:: EXERCISE DESCRIPTION ::
What do the lines from the top of the data through the line with "def _remove_folders(created: list[Path])" say? Quote them exactly and include both ends.

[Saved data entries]
####################
"""Atomic file output and the provenance header every output file carries.

Nothing arrayplan writes is ever half-written: each file goes to a temporary
name in the same folder and is renamed into place once complete, and a
command that writes several files stages them in a temporary folder that is
moved into place only when every file is done (:func:`staged_output_dir`).
"""

from __future__ import annotations

import contextlib
import datetime as _dt
import hashlib
import json
import os
import shutil
import tempfile
from pathlib import Path
from typing import Any, Iterator

import numpy as np

from ._version import __version__
from .errors import InputError

__all__ = [
    "SIGN_CONVENTION",
    "atomic_path",
    "write_text_atomic",
    "write_bytes_atomic",
    "write_json_atomic",
    "staged_output_dir",
    "provenance",
    "sha256_of_text",
    "json_default",
]

#: Stated in every output header and in the documentation.
SIGN_CONVENTION = (
    "exp(-j*k*r)/(4*pi*r) with time dependence exp(+j*omega*t): the same as "
    "numpy.fft.rfft of a measured impulse response"
)


def _umask() -> int:
    mask = os.umask(0)
    os.umask(mask)
    return mask


def _make_folders(folder: Path, source: str) -> list[Path]:
    """Create `folder` and its missing parents (like ``mkdir -p``); return the folders created, outermost first."""
    missing = []
    probe = folder
    while not probe.exists():
        missing.append(probe)
        if probe.parent == probe:
            break
        probe = probe.parent
    if probe.exists() and not probe.is_dir():
        raise InputError(f"{probe} is a file, not a folder", source=source, fix="choose another output path")
    created = []
    try:
        for d in reversed(missing):
            d.mkdir()
            created.append(d)
    except OSError as exc:
        _remove_folders(created)
        raise InputError(f"cannot create folder {exc.filename or folder} ({exc.strerror or exc})", source=source,
                         fix="check the path and its permissions") from None
    return created


def _remove_folders(created: list[Path]) -> None:
    """Remove folders made by :func:`_make_folders` (innermost first) that are still empty."""
    for d in reversed(created):
        with contextlib.suppress(OSError):
            d.rmdir()


@contextlib.contextmanager
def atomic_path(path: str | os.PathLike) -> Iterator[Path]:
    """Yield a temporary path next to `path`; rename it onto `path` on success.

    Missing parent folders are created (and removed again on failure).  On
    any exception the temporary file is removed and `path` is untouched.
    The temporary name keeps the suffix of `path`, so libraries that choose a
    format by suffix (soundfile, matplotlib) still work.
    """
    path = Path(path)
    created = _make_folders(path.parent, str(path))
    try:
        fd, tmp = tempfile.mkstemp(prefix=f".{path.stem}.", suffix=".part" + path.suffix, dir=path.parent)
    except BaseException:
        _remove_folders(created)
        raise
    os.close(fd)
    tmp_path = Path(tmp)
    try:
        yield tmp_path
        os.chmod(tmp_path, 0o666 & ~_umask())      # mkstemp makes 0600; give the usual permissions
        os.replace(tmp_path, path)
    except BaseException:
        with contextlib.suppress(FileNotFoundError):
            tmp_path.unlink()
        _remove_folders(created)
        raise


def write_bytes_atomic(path: str | os.PathLike, data: bytes) -> Path:
    """Write `data` to `path` atomically and return the path."""
    with atomic_path(path) as tmp:
        tmp.write_bytes(data)
    return Path(path)


def write_text_atomic(path: str | os.PathLike, text: str) -> Path:
    """Write UTF-8 `text` to `path` atomically and return the path."""
    return write_bytes_atomic(path, text.encode("utf-8"))


def json_default(obj: Any) -> Any:
    """``json.dumps(default=...)`` for numpy scalars and arrays and paths."""
    if isinstance(obj, np.generic):
        return obj.item()
    if isinstance(obj, np.ndarray):
        return obj.tolist()
    if isinstance(obj, Path):
        return str(obj)
    raise TypeError(f"cannot write {type(obj).__name__} to JSON")


def write_json_atomic(path: str | os.PathLike, obj: Any) -> Path:
    """Write `obj` as indented JSON to `path` atomically."""
    text = json.dumps(obj, indent=2, default=json_default, allow_nan=False)
    return write_text_atomic(path, text + "\n")


@contextlib.contextmanager
def staged_output_dir(final_dir: str | os.PathLike) -> Iterator[Path]:
    """Stage a command's output files in a temporary folder, then publish them.

    Yields a temporary folder beside `final_dir`.  When the block ends
    without an exception, each staged file is renamed into `final_dir`
    (created with its missing parents if needed; files of the same name are
    replaced, others are left alone).  When it raises, the staging folder and
    any parent folders it created are deleted and `final_dir` is exactly as
    it was.
    """
    final_dir = Path(final_dir)
    parent = final_dir.parent if str(final_dir.parent) else Path(".")
    if final_dir.exists() and not final_dir.is_dir():
        raise InputError("exists and is not a folder", source=str(final_dir),
                         fix="choose another `out` folder")
    created = _make_folders(parent, str(final_dir))
    done = False
    try:
        stage = Path(tempfile.mkdtemp(prefix=f".{final_dir.name}.staging.", dir=parent))
        try:
            yield stage
            final_dir.mkdir(exist_ok=True)
            for item in sorted(stage.rglob("*")):
                if item.is_dir():
                    continue
                target = final_dir / item.relative_to(stage)
                target.parent.mkdir(parents=True, exist_ok=True)
                os.replace(item, target)
            done = True
        finally:
            shutil.rmtree(stage, ignore_errors=True)
    finally:
        if not done:
            _remove_folders(created)


def sha256_of_text(text: str) -> str:
    """Hex SHA-256 of a text, used as the rig hash in file headers."""
    return hashlib.sha256(text.encode("utf-8")).hexdigest()


def provenance(**extra: Any) -> dict[str, Any]:
    """The header every output file carries: tool, version, date, conventions.

    Keyword arguments are added to it (for example ``rig_sha256=...``).
    """
    head = {
        "tool": "arrayplan",
        "tool_version": __version__,
        "written_utc": _dt.datetime.now(_dt.timezone.utc).replace(microsecond=0).isoformat(),
        "sign_convention": SIGN_CONVENTION,
        "units": {"position": "m", "frequency": "Hz", "time": "s", "pressure": "Pa"},
    }
    head.update(extra)
    return head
####################
:: RESPONSE TO THIS TASK ::
"""Atomic file output and the provenance header every output file carries.

Nothing arrayplan writes is ever half-written: each file goes to a temporary
name in the same folder and is renamed into place once complete, and a
command that writes several files stages them in a temporary folder that is
moved into place only when every file is done (:func:`staged_output_dir`).
"""

from __future__ import annotations

import contextlib
import datetime as _dt
import hashlib
import json
import os
import shutil
import tempfile
from pathlib import Path
from typing import Any, Iterator

import numpy as np

from ._version import __version__
from .errors import InputError

__all__ = [
    "SIGN_CONVENTION",
    "atomic_path",
    "write_text_atomic",
    "write_bytes_atomic",
    "write_json_atomic",
    "staged_output_dir",
    "provenance",
    "sha256_of_text",
    "json_default",
]

#: Stated in every output header and in the documentation.
SIGN_CONVENTION = (
    "exp(-j*k*r)/(4*pi*r) with time dependence exp(+j*omega*t): the same as "
    "numpy.fft.rfft of a measured impulse response"
)


def _umask() -> int:
    mask = os.umask(0)
    os.umask(mask)
    return mask


def _make_folders(folder: Path, source: str) -> list[Path]:
    """Create `folder` and its missing parents (like ``mkdir -p``); return the folders created, outermost first."""
    missing = []
    probe = folder
    while not probe.exists():
        missing.append(probe)
        if probe.parent == probe:
            break
        probe = probe.parent
    if probe.exists() and not probe.is_dir():
        raise InputError(f"{probe} is a file, not a folder", source=source, fix="choose another output path")
    created = []
    try:
        for d in reversed(missing):
            d.mkdir()
            created.append(d)
    except OSError as exc:
        _remove_folders(created)
        raise InputError(f"cannot create folder {exc.filename or folder} ({exc.strerror or exc})", source=source,
                         fix="check the path and its permissions") from None
    return created


def _remove_folders(created: list[Path]) -> None:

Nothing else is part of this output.